Hello,
I am trying to parse a log from a Tipping Point IPS. An example of the log I get is (the log is cut for clarity, there is normally more on the line)
Nov 28 07:37:50 10.22.250.151 8 4 dab8b814-b100-11e0-06b9-e527e93f10b7 00000001-0001-0001-0001-000000004270 4270: HTTP: PHP Code Injection 4270
Everything is OK when parsing it via
rex "[a-zA-Z]+\\s+\\d+\\s+\\d+:\\d+:\\d+\\s+\\d+\\.\\d+\\.\\d+\\.\\d+\\s+(?P<ACTION>\\d+)\\s+(?P<CRIT>\\d+)\\s+[0-9-]+\\s+[0-9-]+\\s+(?P<ATTACKID>\\d+):"

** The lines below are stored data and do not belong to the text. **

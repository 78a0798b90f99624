/* CRC-32 and a prime sieve, checked against published values.
   - CRC-32 (reflected polynomial 0xEDB88320, initial value and final XOR 0xFFFFFFFF) of the nine
     ASCII bytes "123456789" is 0xCBF43926: the "check" value of CRC-32/ISO-HDLC in the public
     catalogue of parametrised CRC algorithms (common practice, also ITU-T V.42 / IEEE 802.3 CRC).
   - There are 1229 primes below 10000 (pi(10^4) = 1229, a standard table value).
   A bit-by-bit CRC is compared with a table-driven one over a pseudo-random 4 KiB buffer.
   Exit code: number of failed checks (0 = all good). */
#include "lib.h"

static uint32_t crc32_bitwise(const uint8_t *data, uint32_t lengthBytes) {
  uint32_t crc = 0xFFFFFFFFu;
  for (uint32_t i = 0; i < lengthBytes; i++) {
    crc ^= data[i];
    for (int bit = 0; bit < 8; bit++) crc = (crc >> 1) ^ (0xEDB88320u & (0u - (crc & 1u)));
  }
  return crc ^ 0xFFFFFFFFu;
}

static uint32_t crc_table[256];

static void crc32_make_table(void) {
  for (uint32_t n = 0; n < 256; n++) {
    uint32_t c = n;
    for (int bit = 0; bit < 8; bit++) c = (c & 1) ? 0xEDB88320u ^ (c >> 1) : c >> 1;
    crc_table[n] = c;
  }
}

static uint32_t crc32_table(const uint8_t *data, uint32_t lengthBytes) {
  uint32_t crc = 0xFFFFFFFFu;
  for (uint32_t i = 0; i < lengthBytes; i++) crc = crc_table[(crc ^ data[i]) & 0xFF] ^ (crc >> 8);
  return crc ^ 0xFFFFFFFFu;
}

static uint8_t buffer[4096];
static uint8_t composite[10000];

int main(void) {
  int failures = 0;
  static const char check_input[] = "123456789";
  uint32_t crc = crc32_bitwise((const uint8_t *)check_input, 9);
  report_hex("crc32(\"123456789\")", crc);
  if (crc != 0xCBF43926u) failures++;

  crc32_make_table();
  report_hex("crc_table[1]", crc_table[1]);
  report_hex("crc_table[255]", crc_table[255]);
  uint32_t seed = 12345;
  for (uint32_t i = 0; i < sizeof buffer; i++) {
    seed = seed * 1103515245u + 12345u;   /* software multiply through libgcc */
    buffer[i] = (uint8_t)(seed >> 16);
  }
  uint32_t slow = crc32_bitwise(buffer, sizeof buffer);
  uint32_t fast = crc32_table(buffer, sizeof buffer);
  report_hex("crc32(buffer) bitwise", slow);
  report_hex("crc32(buffer) table", fast);
  if (slow != fast) failures++;

  uint32_t primes = 0, sum = 0;
  for (uint32_t n = 2; n < 10000; n++) {
    if (composite[n]) continue;
    primes++;
    sum += n;
    for (uint32_t m = n * n; m < 10000; m += n) composite[m] = 1;
  }
  report_dec("primes below 10000", (int32_t)primes);
  report_dec("sum of primes below 10000", (int32_t)sum);
  if (primes != 1229) failures++;

  report_dec("failures", failures);
  return failures;
}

and I get the ACTION, CRIT and ATTACKID fields. So far so good.
I then wanted to get the next piece of information which is the attack description (HTTP: PHP Code Injection). Fields are separated by a TAB. I therefore tried
rex "[a-zA-Z]+\\s+\\d+\\s+\\d+:\\d+:\\d+\\s+\\d+\\.\\d+\\.\\d+\\.\\d+\\s+(?P<ACTION>\\d+)\\s+(?P<CRIT>\\d+)\\s+[0-9-]+\\s+[0-9-]+\\s+(?P<ATTACKID>\\d+):\s+(?P<ATTACKNAME>.+)\\t\\d+"
the idea being to match every character up to the tab one. I end up catching the remaining of the line (ie. the match does not stop at the tab).
I tried to run this through Rubular with the source data copied/pasted from Splunk and it works (this is to say that there is indeed a tab as a separator, I also see this in the search window). Looks like there is a specific way to catch the tab character, or that \.+
catches everything until the end of the line.
Thanks a lot for any pointer (and sorry as my question must be obvious to someone used to regex) -- WoJ
You need to use a non-greedy match. The current greedy one looks like this:
(?P<ATTACKNAME>.+)\t
which tells the regex engine to return the longest possible match that satisfies the conditions. The corresponding non-greedy match would be (note the "?"):
(?P<ATTACKNAME>.+?)\t
This tells the regex engine to return the shortest possible match, i.e. only match up until the first tab character it finds.
Thanks Ayn for the answer.
I also managed to do the same replacing \.+
by [^\t]+
You need to use a non-greedy match. The current greedy one looks like this:
(?P<ATTACKNAME>.+)\t
which tells the regex engine to return the longest possible match that satisfies the conditions. The corresponding non-greedy match would be (note the "?"):
(?P<ATTACKNAME>.+?)\t
This tells the regex engine to return the shortest possible match, i.e. only match up until the first tab character it finds.